To look closely is to notice how different Morgin’s sculptures are from real cellos. Aside from their profiles, which are fairly exact matches, especially in their gracefully curved bodies and slender, sexy necks, her homemade sculptures share very little with the real thing.

That is intentional. As an artist, Morgin is not a Realist who tries to trick viewers into thinking that her works are indistinguishable from actual objects. She is a Romantic, an unsentimental dreamer who believes that art comes alive only when it reaches a viewer’s emotions – and that artifice is the best way to get there.

Some of her cellos are crude surrogates, rough remakes seemingly lashed together by a castaway struck by its unforgettable beauty. Others look as if they have been repaired so many times, like 1950s American cars in Cuba, that they have become something else altogether. Still others evoke crime-scene reconstructions or recall barnacle encrusted artifacts dragged up from the murky depths.

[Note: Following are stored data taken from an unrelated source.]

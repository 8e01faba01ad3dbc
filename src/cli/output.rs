//! Writing results: to standard output, or to a file that appears whole or not at all.

use super::CliError;
use std::io::{self, Write};
use std::path::Path;

/// Writes `bytes` to `path`, or to `out` without one.
///
/// A file is written beside its place under another name, then renamed, so that an error or a kill
/// leaves either the old file or the new one.
///
/// # Errors
/// [`CliError::Write`] with the reason.
pub fn deliver(path: Option<&Path>, bytes: &[u8], out: &mut dyn Write) -> Result<(), CliError> {
    match path {
        None => {
            out.write_all(bytes).and_then(|()| out.flush()).map_err(|source| CliError::Write { path: None, source })
        }
        Some(path) => replace(path, bytes).map_err(|source| CliError::Write { path: Some(path.to_owned()), source }),
    }
}

fn replace(path: &Path, bytes: &[u8]) -> io::Result<()> {
    // A device or a pipe is written into; renaming a file over it would take its place.
    if std::fs::metadata(path).is_ok_and(|metadata| !metadata.is_file() && !metadata.is_dir()) {
        return std::fs::OpenOptions::new().write(true).open(path)?.write_all(bytes);
    }
    let folder = match path.parent() {
        Some(folder) if !folder.as_os_str().is_empty() => folder,
        _ => Path::new("."),
    };
    let mut file = tempfile::Builder::new().prefix(".orbsieve-").tempfile_in(folder)?;
    file.write_all(bytes)?;
    file.as_file().sync_all()?;
    #[cfg(unix)]
    {
        use std::os::unix::fs::PermissionsExt;
        // A temporary file is readable by its owner only; an output is an ordinary file.
        let mode = std::fs::metadata(path).map_or(0o644, |metadata| metadata.permissions().mode() & 0o777);
        file.as_file().set_permissions(std::fs::Permissions::from_mode(mode))?;
    }
    file.persist(path).map_err(|error| error.error)?;
    Ok(())
}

‘Cello #9’ appears fire-damaged. A clay bird nests in ‘Cello #3.’ ‘Cello #2’ is stuffed full of mud balls, all tangled in a wiry web. ‘Cello #4’ looks skeletal and ‘Cello #8’ seems to be as fragile as ash, about to disintegrate in the wind.

All of Morgin’s cellos appear to have endured well beyond their best years, persisting in the face of great difficulty and reconciling themselves to diminished expectations. Pragmatic and wise, they capture the tenor of our times.